In re Rosenblum

545 B.R. 846, 2016 Bankr. LEXIS 642, 62 Bankr. Ct. Dec. (CRR) 81, 2016 WL 791040
CourtUnited States Bankruptcy Court, E.D. Pennsylvania
DecidedFebruary 29, 2016
DocketCase No. 14-19756-AMC
StatusPublished
Cited by17 cases

This text of 545 B.R. 846 (In re Rosenblum) is published on Counsel Stack Legal Research, covering United States Bankruptcy Court, E.D. Pennsylvania primary law. Counsel Stack provides free access to over 12 million legal documents including statutes, case law, regulations, and constitutions.

Bluebook
In re Rosenblum, 545 B.R. 846, 2016 Bankr. LEXIS 642, 62 Bankr. Ct. Dec. (CRR) 81, 2016 WL 791040 (Pa. 2016).

Opinion

OPINION

Ashely M. Chan, United States Bankruptcy Judge

TABLE OF CONTENTS

I. Introduction... 851

II. Facts and Procedural History... 851

III. Discussion... 853

A. Although This Court Has Original and Concurrent Jurisdiction to Resolve Actions to Avoid Fraudulent Transfers, the State Court Also Has Concurrent Jurisdiction to Resolve Such Actions... 853

B. The Trustee Has Exclusive Standing to File Avoidance Actions Under § 544(b)... 856

1. The Trustee Has Exclusive Standing to File Avoidance Actions Under § 544(b) to Avoid Fraudulent Transfers ... 856
2. Kerwin Qualifies as a Present Creditor Under PUFTA §§ 5104-05... 857
3. Kerwin May Be Considered a Creditor Even Though He Failed to File a Proof of Claim or an Adversary Complaint in the Bankruptcy Case... 858

C. Derivative Standing May Be Granted to Creditors Under Appropriate Circumstances in Chapter 13 Bankruptcies... 860

[851]*8511. Review of Third Circuit Analysis in Cybergenics II... 860
2. Application of Cybergenics to Chapter 13 Proceedings... 862

D. Plaintiffs Are Entitled to Derivative Standing to Pursue the State Litigation... 863

1. The Fraudulent Transfer Claims Are Colorable... 863
2. The Second Requirement Is Satisfied When the Trustee Declines to Pursue an Avoidance Action Due to a Lack of Financial Resources and Such Avoidance Action Would Benefit the Estate ... 870
3. Plaintiffs’ Failure to Seek Prior Court Approval Is Not Fatal... 871
4. Kerwin’s Failure to Petition the Trustee Is Not Fatal... 873

E. It Is Appropriate to Hold the Bankruptcy Proceedings in Abeyance Until the State Litigation Is Resolved... 873

IV. Conclusion... 875

I. INTRODUCTION

This opinion addresses, inter alia, whether the Court may use its equitable power under § 105(a) to confer derivative standing upon a creditor in a Chapter 13 proceeding to avoid a. fraudulent transfer action under § 544(b) which would directly benefit the estate. After reviewing the purpose and form of Chapter 13 proceedings, the Court has concluded that, when a Chapter 13 trustee declines to' file an avoidance action which will directly benefit the estate because the Chapter 13 trustee has insufficient resources to pursue such action, the Court may use its equitable power under § 105(a) to confer derivative standing upon a creditor to file such action under § 544(b).

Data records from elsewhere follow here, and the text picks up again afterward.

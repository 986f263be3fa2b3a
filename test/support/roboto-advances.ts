/**
 * Writes app/drawing/roboto-advances.ts from the typeface in pdfmake's package. Run by hand when pdfmake brings
 * another one: node test/support/roboto-advances.ts
 */
import { writeFileSync } from 'node:fs'
import { createRequire } from 'node:module'
import { pathToFileURL } from 'node:url'

interface Font {
  unitsPerEm: number
  characterSet: number[]
  glyphForCodePoint(code: number): { advanceWidth: number }
  layout(text: string): { advanceWidth: number }
}

const load = createRequire(import.meta.url)

export function openFont(weight: 'Regular' | 'Medium'): Font {
  const fontkit = load('fontkit') as { openSync(path: string): Font }
  return fontkit.openSync(load.resolve(`pdfmake/fonts/Roboto/Roboto-${weight}.ttf`))
}

/** Latin with its supplement and first extension, Greek, Cyrillic, and signs of typography and mathematics. */
const RANGES = [
  [0x20, 0x7e],
  [0xa0, 0x17f],
  [0x370, 0x3ff],
  [0x400, 0x45f],
  [0x2010, 0x2026],
  [0x2212, 0x2212],
  [0x221a, 0x221a],
  [0x2248, 0x2248],
  [0x2260, 0x2265],
  [0x25a0, 0x25a0],
  [0x25cb, 0x25cf],
] as const

export function advances(font: Font): [number, string][] {
  return RANGES.map(([first, last]) => [
    first,
    Array.from({ length: last - first + 1 }, (_, i) => font.glyphForCodePoint(first + i).advanceWidth).join(' '),
  ])
}

function source(): string {
  function table(name: string, weight: 'Regular' | 'Medium') {
    return `export const ${name}: readonly (readonly [number, string])[] = [\n${advances(openFont(weight))
      .map(([first, widths]) => `  [${first}, '${widths}'],`)
      .join('\n')}\n]\n`
  }
  return `/**
 * Advance widths of Roboto in units of its em: first code point of a run, then the widths. Written by
 * test/support/roboto-advances.ts; a test holds it against the font files.
 */
export const UNITS_PER_EM = ${openFont('Regular').unitsPerEm}

${table('REGULAR', 'Regular')}
${table('MEDIUM', 'Medium')}`
}

if (import.meta.url === pathToFileURL(process.argv[1] ?? '').href)
  writeFileSync(new URL('../../app/drawing/roboto-advances.ts', import.meta.url), source())
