/// A value with the decimals that two figures of its uncertainty leave, in the prefix that suits `like`.
fn at_places(value: f64, standard: f64, unit: &str, like: f64) -> String {
    let text = plus_minus(like, standard, unit);
    let Some((shown, rest)) = text.split_once(" ± ") else { return joined(&plain(value), unit) };
    let unit_text = rest.split_once(' ').map_or("", |(_, unit)| unit);
    let decimals = shown.split_once('.').map_or(0, |(_, decimals)| decimals.len());
    let prefix = unit_text.strip_suffix(unit).unwrap_or("");
    let power = match prefix {
        "f" => -15,
        "p" => -12,
        "n" => -9,
        "µ" => -6,
        "m" => -3,
        "k" => 3,
        "M" => 6,
        "G" => 9,
        "T" => 12,
        _ => 0,
    };
    joined(&fixed(value * 10f64.powi(-power), decimals), unit_text)
}

fn thousands(count: usize) -> String {
    let digits = count.to_string();
    let groups: Vec<&str> = digits
        .as_bytes()
        .rchunks(3)
        .rev()
        .map(|group| core::str::from_utf8(group).unwrap_or_default())
        .collect();
    groups.join("\u{202f}")
}

/// An uncertainty to two figures, with its unit.
fn amount(value: f64, unit: &str) -> String {
    match unit {
        "" | "dB" | "%" | "nm" | "K" | "°C" | "A/W" | "dB/Hz" => joined(&significant(value, 2), unit),
        "dBm" => joined(&significant(value, 2), "dB"),
        _ => crate::quantity::write::prefixed(value, unit, 2),
    }
}

/// The lines of a budget that have an effect; a doubt of what this answer does not hang on says nothing here.
fn felt(uncertain: &Uncertain) -> impl Iterator<Item = &Contribution> {
    uncertain.budget.iter().filter(|row| row.contribution > 0.0)
}

fn bars(uncertain: &Uncertain) -> Budget {
    let rows = felt(uncertain).map(|row| BudgetRow {
        cause: row.name.clone(),
        figure: amount(row.contribution, uncertain.unit),
        share: row.share,
    });
    Budget {
        title: format!("What the uncertainty of the {} comes from", name(uncertain.of)),
        total: format!("u = {}", amount(uncertain.standard, uncertain.unit)),
        rows: rows.collect(),
    }
}

fn table(uncertain: &Uncertain) -> Table {
    let columns = ["In doubt", "Estimate", "u", "Distribution", "ν", "Sensitivity c", "|c·u|", "Share / %"];
    let row = |row: &Contribution| {
        let own = if row.estimate.is_none() && row.unit.is_empty() {
            format!("{} %", significant(row.standard * 100.0, 2))
        } else {
            amount(row.standard, row.unit)
        };
        vec![
            row.name.clone(),
            row.estimate.map_or_else(|| "a table".to_owned(), |estimate| estimate_text(row, estimate)),
            own,
            row.distribution.word().to_owned(),
            row.degrees_of_freedom.map_or_else(|| "∞".to_owned(), |freedom| brief(freedom, 3)),
            sensitivity(row, uncertain.unit),
            amount(row.contribution, uncertain.unit),
            fixed(row.share * 100.0, 1),
        ]
    };
    Table {
        title: format!("Uncertainty budget of the {}", name(uncertain.of)),
        columns: columns.map(str::to_owned).to_vec(),
        rows: felt(uncertain).map(row).collect(),
    }
}

fn estimate_text(row: &Contribution, estimate: f64) -> String {
    let kind = crate::bench::field::field(&row.pointer).map(|field| field.kind);
    kind.map_or_else(|| plain(estimate), |kind| crate::quantity::write::exact(rounded(estimate), kind))
}

/// Ten figures hide the last bits of a conversion.
fn rounded(value: f64) -> f64 {
    format!("{value:.9e}").parse().unwrap_or(value)
}

fn sensitivity(row: &Contribution, unit: &str) -> String {
    let of = if unit == "dBm" { "dB" } else { unit };
    let per = match (of, row.unit) {
        (of, "") => of.to_owned(),
        ("", own) => format!("1/({own})"),
        (of, own) if own.contains('/') => format!("{of}/({own})"),
        (of, own) => format!("{of}/{own}"),
    };
    joined(&significant(row.sensitivity, 3), &per)
}

fn doubts(uncertain: &Uncertain) -> Vec<String> {
    let mut doubts = Vec::new();
    if let Some(curvature) = uncertain.second_order.filter(|curvature| curvature.matters) {
        let how = match curvature.standard {
            Some(standard) => format!(
                "with the terms of second order u is {} instead of {}, and the mean is shifted by {}",
                amount(standard, uncertain.unit),
                amount(uncertain.standard, uncertain.unit),
                amount(curvature.mean_shift, uncertain.unit)
            ),
            None => "the terms of second order are larger than those of first".to_owned(),
        };
        doubts.push(format!(
            "The model is curved over these uncertainties: {how}. Quote the interval of a run of trials rather than the \
             budget’s."
        ));
    }
    doubts.extend(uncertain.other_means.iter().filter_map(|other| {
        let field = crate::bench::field::field(other.pointer)?;
        let text = |value: f64| crate::quantity::write::exact(rounded(value), field.kind);
        Some(format!(
            "The repeated readings of {} have the mean {}; {} stands at its field and was used. Empty the field to use \
             the mean.",
            field.name,
            text(other.mean),
            text(other.value)
        ))
    }));
    let Some(run) = &uncertain.monte_carlo else { return doubts };
    if run.confirmed_figures == 0 {
        doubts.push(format!(
            "The trials do not confirm the budget: its ends lie {} and {} from theirs, where {} would be allowed for one \
             figure of u. Quote the interval of the trials.",
            amount(run.differences[0], uncertain.unit),
            amount(run.differences[1], uncertain.unit),
            amount(crate::uncertainty::outcome::tolerance(uncertain.standard, 1), uncertain.unit)
        ));
    }
    if run.outcome.failed > 0 {
        doubts.push(format!(
            "In {} of the trials there was no answer, because a number left its limits or a table its range; the trials \
             speak of the others only. Look whether a doubt is larger than it can be.",
            thousands(run.outcome.failed)
        ));
    }
    if run.outcome.stable == Some(false) {
        doubts.push("The trials ended before two figures were stable. Allow more of them.".to_owned());
    }
    doubts
}

fn notes(uncertain: &Uncertain) -> Vec<String> {
    let mut notes = Vec::new();
    match uncertain.of {
        "power_w" | "power_dbm" | "correction_db" | "correction_factor" => notes.push(
            "This budget is for the absolute power. What the meter has stored for its setting is an exact number that \
             turns the reading back into a current; only the responsivity at the light’s wavelength is in doubt, so the \
             certificate’s common scale counts in full."
                .to_owned(),
        ),
        "ratio" | "ratio_db" => notes.push(
            "This budget is for the ratio of two readings of one meter. What both share cancels: the common scale of the \
             certificate, as far as its points are correlated."
                .to_owned(),
        ),
        _ => {}
    }
    notes.push(format!(
        "Uncertainty by JCGM 100:2008: first order, sensitivities by extrapolated differences of the whole model, k from \
         Student’s t for {}{}.",
        percent(uncertain.coverage_probability),
        match uncertain.correlated {
            true => ". Inputs are correlated, so the Welch–Satterthwaite formula does not hold (G.4.1) and no effective \
                     degrees of freedom are given",
            false => " with the effective degrees of freedom of Welch and Satterthwaite",
        }
    ));
    if let Some(run) = &uncertain.monte_carlo {
        let ends = format!(
            "the ends of its interval lie {} and {} from those of the trials",
            amount(run.differences[0], uncertain.unit),
            amount(run.differences[1], uncertain.unit)
        );
        let says = match run.confirmed_figures {
            2 => format!("The budget is validated to two figures of u: {ends}"),
            1 => format!("The budget is validated to one figure of u, not to two: {ends}"),
            _ => format!("The budget is not validated by the trials: {ends}"),
        };
        notes.push(format!(
            "Trials by JCGM 101:2008 with the generator xoshiro256++ from seed {}. {says} (clause 8). A \
             normal input with few degrees of freedom is drawn from Student’s t; correlated inputs that are not normal \
             hang together through normal values.",
            run.seed
        ));
    }
    notes
}

/// The trials' values against the budget's curve.
fn distribution(uncertain: &Uncertain, run: &MonteCarloResult) -> Curve {
    let histogram = &run.outcome.histogram;
    let bins = histogram.counts.len().max(1) as f64;
    let width = (histogram.to - histogram.from) / bins;
    let all = run.outcome.trials as f64;
    // Each bin's top as a step; heights relative to the budget's highest, so that no unit of density is needed.
    let highest = density(uncertain, 0.0);
    let (mut x, mut y) = (Vec::new(), Vec::new());
    for (index, count) in histogram.counts.iter().enumerate() {
        let height = if width > 0.0 { *count as f64 / all / width / highest } else { 0.0 };
        let left = histogram.from + index as f64 * width;
        x.extend([left, left + width]);
        y.extend([height, height]);
    }
    let (from, to) = (
        histogram.from.min(uncertain.estimate - 4.0 * uncertain.standard),
        histogram.to.max(uncertain.estimate + 4.0 * uncertain.standard),
    );
    let by_budget: (Vec<f64>, Vec<f64>) = evenly(from, to, 201)
        .map(|at| (at, density(uncertain, (at - uncertain.estimate) / uncertain.standard) / highest))
        .unzip();
    let mark = |name: &str, at: f64| Mark::Level { name: name.to_owned(), axis: "x", at };
    Curve {
        name: "distribution",
        title: "Trials against the budget",
        x: Axis { label: "Value", unit: uncertain.unit, scale: Scale::Linear },
        y: Axis { label: "Density, relative to the budget’s highest", unit: "", scale: Scale::Linear },
        lines: vec![
            Line { name: "trials".to_owned(), x, y },
            Line { name: "budget".to_owned(), x: by_budget.0, y: by_budget.1 },
        ],
        marks: vec![mark("low", run.outcome.symmetric[0]), mark("high", run.outcome.symmetric[1])],
    }
}

/// Density of Student's t, or of the normal distribution, of the budget, per unit of deviation over u.
fn density(uncertain: &Uncertain, t: f64) -> f64 {
    let standard = uncertain.standard;
    match uncertain.effective_degrees_of_freedom {
        Some(nu) if nu < 1000.0 => {
            let ln = libm::lgamma(0.5 * (nu + 1.0))
                - libm::lgamma(0.5 * nu)
                - 0.5 * libm::log(nu * PI)
                - 0.5 * (nu + 1.0) * libm::log1p(t * t / nu);
            libm::exp(ln) / standard
        }
        _ => libm::exp(-0.5 * t * t) / (2.0 * PI).sqrt() / standard,
    }
}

II. FACTS AND PROCEDURAL HISTORY

Ryan Kerwin (“Kerwin”) and Xtreme Caged Combat (“XCC”) filed a trademark infringement action against Steven Rosen-blum (“Debtor”), Ofa Donaldson (“Donaldson”), and Extreme Cage Combat Fitness (“ECC Fitness” and collectively with the Debtor and Donaldson, “Trademark Defendants”) in the United States District Court for the Eastern District of Pennsylvania (“District Court”) on July 12, 2012 (“Trademark Litigation”). Debtor’s Answer to Mot. by Creditors, Ryan Kerwin and Xtreme Caged Combat, to “Hold Debtor’s Bankruptcy Proceedings in Abeyance” Ex. A (“Compl.”) ¶ 7.1 On August 13, 2014, a judgment (“Judgment”) was entered in favor of Kerwin and XCC against the Trademark Defendants in the amount of $76,800. Id. ¶ 12.

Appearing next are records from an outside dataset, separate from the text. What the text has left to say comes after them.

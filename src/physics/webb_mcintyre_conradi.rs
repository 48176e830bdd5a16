//! A closed approximation to the density of multiplied electrons.

/// Density, per electron, of the number of electrons that an avalanche makes of a Poisson number of primaries.
///
/// ```text
/// p(m) = 1/√(2πC₁²) y^(−3/2) exp(−x²/(2 C₁² y))      x = m − NM,  y = 1 + x/(C₁C₂),  C₁² = NM²F,  C₂ = √(NF)/(F−1)
/// ```
///
/// * `primaries` – N, their mean number, > 0
/// * `gain` – M, mean gain, ≥ 1
/// * `excess_noise_factor` – F, ≥ 1; with F = 1 a Gaussian
/// * `electrons` – m, any number; 0 where y ≤ 0
///
/// Mean and variance are exact, the skewness nearly. Good to some per cent near the mean of many primaries, and wrong by
/// factors in the far lower tail.
///
/// Source: P. P. Webb, R. J. McIntyre, J. Conradi, RCA Review 35, 234–278 (1974).
///
/// # Example
///
/// ```
/// use leastlight::physics::webb_mcintyre_conradi::density;
///
/// assert!((density(100.0, 10.0, 5.14, 1000.0) - 0.00175966).abs() < 1e-8);
/// ```
pub fn density(primaries: f64, gain: f64, excess_noise_factor: f64, electrons: f64) -> f64 {
    debug_assert!(primaries > 0.0 && gain >= 1.0 && excess_noise_factor >= 1.0);
    let (n, f) = (primaries, excess_noise_factor);
    let x = electrons - n * gain;
    let c1 = gain * (n * f).sqrt();
    let y = 1.0 + x * (f - 1.0) / (c1 * (n * f).sqrt());
    if y <= 0.0 {
        return 0.0;
    }
    libm::exp(-0.5 * (x / c1) * (x / c1) / y) / (c1 * (2.0 * core::f64::consts::PI * y).sqrt() * y)
}
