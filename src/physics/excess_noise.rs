//! The excess noise of avalanche gain, by formula or as measured.

use super::avalanche::excess_noise_factor;
use crate::numeric::pchip::{Pchip, TableFault};

/// How the excess noise factor F hangs on the gain M.
#[derive(Clone, Debug)]
pub enum ExcessNoise {
    /// R. J. McIntyre's formula, see [`excess_noise_factor`].
    McIntyre {
        /// k, ≥ 0.
        ionisation_ratio: f64,
    },
    /// F = M^x: an approximation of common practice, within a few per cent over a decade of gain.
    Power {
        /// x, ≥ 0.
        exponent: f64,
    },
    /// As measured.
    Table(FactorTable),
}

impl ExcessNoise {
    /// F at a gain, 1 without gain.
    ///
    /// * `gain` – M, from 1 to [`ExcessNoise::reach`]
    pub fn factor(&self, gain: f64) -> f64 {
        debug_assert!(gain >= 1.0);
        match self {
            ExcessNoise::McIntyre { ionisation_ratio } => excess_noise_factor(gain, *ionisation_ratio),
            ExcessNoise::Power { exponent } => libm::pow(gain, *exponent),
            ExcessNoise::Table(table) => table.factor(gain),
        }
    }

    /// The highest gain at which F is known; infinite by formula.
    pub fn reach(&self) -> f64 {
        match self {
            ExcessNoise::Table(table) => table.reach,
            _ => f64::INFINITY,
        }
    }
}

/// A curve through measured factors.
///
/// Interpolated by [`Pchip`] in ln F against ln M, in which a power law is a straight line and McIntyre's formula a gentle
/// bend. The point M = 1, F = 1 belongs to every detector and is added where it is absent: without gain there is no excess
/// noise.
///
/// # Example
///
/// ```
/// use leastlight::physics::excess_noise::FactorTable;
///
/// let table = FactorTable::new(&[(10.0, 5.0), (20.0, 9.5)]).unwrap();
/// assert!((table.factor(10.0) - 5.0).abs() < 1e-12);
/// assert_eq!(table.factor(1.0), 1.0);
/// ```
#[derive(Clone, Debug)]
pub struct FactorTable {
    ln_factor: Pchip,
    reach: f64,
}

impl FactorTable {
    /// The curve through pairs of gain (≥ 1, rising) and factor (> 0); why there is none.
    pub fn new(points: &[(f64, f64)]) -> Result<FactorTable, TableFault> {
        let unity = points.first().is_none_or(|(gain, _)| *gain > 1.0).then_some((1.0, 1.0));
        let all = unity.into_iter().chain(points.iter().copied());
        let (x, y): (Vec<f64>, Vec<f64>) =
            all.map(|(gain, factor)| (libm::log(gain), libm::log(factor))).unzip();
        let reach = points.last().map_or(1.0, |(gain, _)| *gain);
        Ok(FactorTable { ln_factor: Pchip::new(&x, &y)?, reach })
    }

    /// F at a gain between 1 and the last of the table.
    pub fn factor(&self, gain: f64) -> f64 {
        debug_assert!(gain <= self.reach * (1.0 + 1e-9));
        // The logarithm of an end may round to just outside of it.
        let ln_gain = libm::log(gain).clamp(self.ln_factor.first(), self.ln_factor.last());
        libm::exp(self.ln_factor.value(ln_gain).unwrap_or(0.0))
    }
}
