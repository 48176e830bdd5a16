//! What gain costs: noise and speed.

/// Excess noise factor of avalanche gain, 1 without gain.
///
/// ```text
/// F = k M + (1 − k)(2 − 1/M)
/// ```
///
/// * `gain` – M, mean gain, ≥ 1
/// * `ionisation_ratio` – k, of the injected carrier's partner to the injected carrier: β/α for electrons, ≥ 0, mostly below 1
///
/// Holds for one kind of carrier injected at the edge of a long avalanche region in which k is constant. Thin
/// regions are quieter.
///
/// Source: R. J. McIntyre, IEEE Trans. Electron Devices ED-13, 164–168 (1966).
///
/// # Example
///
/// ```
/// use leastlight::physics::avalanche::excess_noise_factor;
///
/// assert!((excess_noise_factor(10.0, 0.4) - 5.14).abs() < 1e-12);
/// ```
pub fn excess_noise_factor(gain: f64, ionisation_ratio: f64) -> f64 {
    debug_assert!(gain >= 1.0 && ionisation_ratio >= 0.0);
    let (m, k) = (gain, ionisation_ratio);
    k * m + (1.0 - k) * (2.0 - 1.0 / m)
}

/// −3 dB bandwidth in Hz of an avalanche detector at a gain.
///
/// ```text
/// B = B₀ / √(1 + (M B₀ / GBP)²)
/// ```
///
/// * `gain` – M, ≥ 1
/// * `bandwidth_at_unit_gain_hz` – B₀, what transit time and capacitance leave, > 0
/// * `gain_bandwidth_hz` – GBP, the product that binds at high gain, > 0; infinite for none
///
/// A smooth join of the two limits, good where one of them clearly binds. The product itself is that of R. B. Emmons, J.
/// Appl. Phys. 38, 3705–3714 (1967); joining them as two first-order poles is common practice.
///
/// # Example
///
/// ```
/// use leastlight::physics::avalanche::bandwidth_hz;
///
/// assert!((bandwidth_hz(10.0, 10e9, 80e9) - 6.25e9).abs() < 0.01e9);
/// ```
pub fn bandwidth_hz(gain: f64, bandwidth_at_unit_gain_hz: f64, gain_bandwidth_hz: f64) -> f64 {
    debug_assert!(gain >= 1.0 && bandwidth_at_unit_gain_hz > 0.0 && gain_bandwidth_hz > 0.0);
    let slowed = gain * bandwidth_at_unit_gain_hz / gain_bandwidth_hz;
    bandwidth_at_unit_gain_hz / libm::hypot(1.0, slowed)
}
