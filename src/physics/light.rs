//! From light to current.

use super::constants::{ELEMENTARY_CHARGE_C, PLANCK_J_S, SPEED_OF_LIGHT_M_PER_S};

/// Energy of one photon in J.
///
/// ```text
/// E = h c / λ
/// ```
///
/// * `wavelength_m` – λ in vacuum, > 0
///
/// Source: A. Einstein, Ann. Phys. 322, 132–148 (1905).
///
/// # Example
///
/// ```
/// use leastlight::physics::light::photon_energy_j;
///
/// // A nanowatt at 1550 nm is about eight billion photons a second.
/// assert!((1e-9 / photon_energy_j(1550e-9) - 7.80e9).abs() < 0.01e9);
/// ```
pub fn photon_energy_j(wavelength_m: f64) -> f64 {
    debug_assert!(wavelength_m > 0.0);
    PLANCK_J_S * SPEED_OF_LIGHT_M_PER_S / wavelength_m
}

/// Responsivity in A/W of a detector without gain.
///
/// ```text
/// R = η q λ / (h c)
/// ```
///
/// * `quantum_efficiency` – η, electrons per photon that arrives, 0 to 1
/// * `wavelength_m` – λ in vacuum, > 0
///
/// Source: J. M. Senior, Optical Fiber Communications, 3rd edition (2009), section 8.6.
///
/// # Example
///
/// ```
/// use leastlight::physics::light::responsivity_a_per_w;
///
/// assert!((responsivity_a_per_w(0.8, 1550e-9) - 1.000).abs() < 0.001);
/// ```
pub fn responsivity_a_per_w(quantum_efficiency: f64, wavelength_m: f64) -> f64 {
    quantum_efficiency * ELEMENTARY_CHARGE_C / photon_energy_j(wavelength_m)
}

/// Quantum efficiency, electrons per photon, from the responsivity without gain: [`responsivity_a_per_w`] turned round.
///
/// * `responsivity_a_per_w` – R in A/W, ≥ 0; more than q λ/(h c) gives more than one electron a photon
/// * `wavelength_m` – λ in vacuum, > 0
///
/// # Example
///
/// ```
/// use leastlight::physics::light::quantum_efficiency;
///
/// assert!((quantum_efficiency(1.0, 1550e-9) - 0.800).abs() < 0.001);
/// ```
pub fn quantum_efficiency(responsivity_a_per_w: f64, wavelength_m: f64) -> f64 {
    responsivity_a_per_w * photon_energy_j(wavelength_m) / ELEMENTARY_CHARGE_C
}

On October 21, 2014, the District Court entered an order (“Discovery Order”) compelling the Debtor to respond to Kerwin’s post-judgment interrogatories and document requests regarding the Debtor’s assets and finances. Mot. to Dismiss Steven Rosenblum’s Bankruptcy Filing and Set Aside Automatic Stay Pursuant to 11 U.S.C. § 1307(c) & 11 U.S.C. § 362(d)(1) (“Mot. to Dismiss”) 5-6. When the Debtor failed to respond to the Discovery Order, the District Court entered an order requiring the Debtor to show cause why the Debtor should not be sanctioned for failing to comply with the Discovery Order. Id. ¶[¶ 7-8. On December 11, 2014, the eve of the show cause hearing, the Debtor filed a voluntary bankruptcy petition under Chapter 13 of the Code. Id. ¶ 9.

On December 15, 2014, Kerwin filed a Motion to Dismiss the Debtor’s bankruptcy case based upon the Debtor’s alleged [852]*852bad faith. Id. ¶¶ 13-16. The Motion to Dismiss also sought relief from the automatic stay. Id.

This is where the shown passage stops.